I would agree !! If this gun is going to be an all purpose gun, stick with the 870. Use the O/U for field only if you choose to buy one.


----------



## GoVols (Oct 7, 2005)

If you are looking at a pheasant gun, why not consider an autoloader? Don't get me wrong, I love O/U's, but if you are in a drive and the birds are flushing, then the O/U guys are two shots and done. They're breaking the action and fumbling for the next two shells when the roosters are flying by them. With an autoloader, you've got their 2 shells and 3 in reserve to catch those winged birds or the ones flushing late. You could do the same with a pump, but you won't be as fast.

Save the O/U for the skeet range, the quail or dove hunt; take the autoloader or pump to the pheasants, ducks and turkeys!

I personally use my Remington 870 Express I bought at Wal-Mart 20 years ago for most everything! I paid $180 for it new, and it hasn't failed me yet! How is that for value?


----------



## Beerman (Nov 14, 2005)

I love my Bennelli. I also used my 870 for 20 years without a single problem.


----------



## Calvin&Hobbes (May 24, 2006)

I have an 870 in the trunk of my unmarked. That thing gets banged around, and still shoots perfect at the range. Course, I dont use it to hunt birds....


----------



## jcat67 (Aug 8, 2008)

Calvin&Hobbes said:


> I have an 870 in the trunk of my unmarked. That thing gets banged around, and still shoots perfect at the range. Course, I dont use it to hunt birds....


Sure you do.....jail birds.


----------



## Nathan (Jan 2, 2007)

NJMikeC said:


> ...I would caution that in my opinion O/U and other double guns are strictly gentlemens field guns best when used over dogs and pricey at that. ...

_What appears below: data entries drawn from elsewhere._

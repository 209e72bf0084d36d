import type { AppContext } from './app-context.js';
import { purgeExpired } from './commands/purge-expired.js';
import { startOutboxSender } from './mail/outbox-sender.js';

const PURGE_EVERY_MS = 3_600_000;

export interface Upkeep {
  /** Waits for what is being done; then nothing touches the database any more. */
  stop(): Promise<void>;
}

/** What a running server does by itself beside answering requests: sends mails, and tidies up at start and every hour. */
export function startUpkeep(context: AppContext): Upkeep {
  const outbox = startOutboxSender(context);
  const purge = (): Promise<void> =>
    purgeExpired(context, new Date()).catch((error: unknown) => {
      context.logger.error({ err: error }, 'tidying up failed');
    });
  let current = purge();
  const timer = setInterval(() => {
    current = current.then(purge);
  }, PURGE_EVERY_MS);
  return {
    stop: async () => {
      clearInterval(timer);
      await Promise.all([outbox.stop(), current]);
    },
  };
}
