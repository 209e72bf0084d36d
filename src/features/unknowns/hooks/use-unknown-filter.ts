import { useCallback } from 'react';
import { useSearchParams } from 'react-router-dom';
import { unknownListQuery } from '../../../../shared/schemas/unknowns';
import type { UnknownFilter } from '../api/unknowns';

const DEFAULTS: UnknownFilter = { ...unknownListQuery.parse({}), pageSize: 25 };

/** Reads the filter from an address; whatever cannot be read falls back to its default. */
export function readUnknownFilter(search: URLSearchParams): UnknownFilter {
  const filter = { ...DEFAULTS };
  const shape = unknownListQuery.shape;
  const text = shape.search.safeParse(search.get('search') ?? undefined);
  if (text.success) filter.search = text.data;
  const status = shape.status.safeParse(search.get('status') ?? undefined);
  if (status.success) filter.status = status.data;
  const sort = shape.sort.safeParse(search.get('sort') ?? undefined);
  if (sort.success) filter.sort = sort.data;
  const direction = shape.direction.safeParse(search.get('direction') ?? undefined);
  if (direction.success) filter.direction = direction.data;
  const page = shape.page.safeParse(search.get('page') ?? undefined);
  if (page.success) filter.page = page.data;
  return filter;
}

/** Writes only what differs from the default, so that addresses stay short. */
export function writeUnknownFilter(filter: UnknownFilter): URLSearchParams {
  const search = new URLSearchParams();
  for (const key of ['search', 'status', 'sort', 'direction', 'page'] as const) {
    if (filter[key] !== DEFAULTS[key]) search.set(key, String(filter[key]));
  }
  return search;
}

/** Filter, order and page of the list, kept in the address. Any change but of the page goes back to the first page. */
export function useUnknownFilter(): [UnknownFilter, (change: Partial<UnknownFilter>, options?: { replace: boolean }) => void] {
  const [search, setSearch] = useSearchParams();
  const setFilter = useCallback(
    (change: Partial<UnknownFilter>, options = { replace: false }) => {
      setSearch((current) => writeUnknownFilter({ ...readUnknownFilter(current), page: 1, ...change }), options);
    },
    [setSearch],
  );
  return [readUnknownFilter(search), setFilter];
}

Who are you calling a gentleman??

















O/U's ARE great for clays, but then again, I don't hunt real birds


----------



## Calvin&Hobbes (May 24, 2006)

jcat67 said:


> I have an 870 in the trunk of my unmarked. That thing gets banged around, and still shoots perfect at the range. Course, I dont use it to hunt birds....


Sure you do.....jail birds.









[/quote]

Ha! I actually laughed out loud and spit chips on my computer with that one!


----------



## phxbrit (Jul 24, 2007)

It really depends on all you want to shoot with the gun. If you are thinking waterfowl, I would give some consideration to an auto. Shooting 3 and 3.5 inch shells are going to give your shoulder a real beating. If you don't mount the shotgun perfectly everytime you will end up with a bruised shoulder. An autoloader will spread the recoil out and use some of the energy to chamber the next round and will be more forgiving to your shoulder. With pumps and doubles you take it all. Turkey's aren't such a big deal because you don't shoot a box of shells at them.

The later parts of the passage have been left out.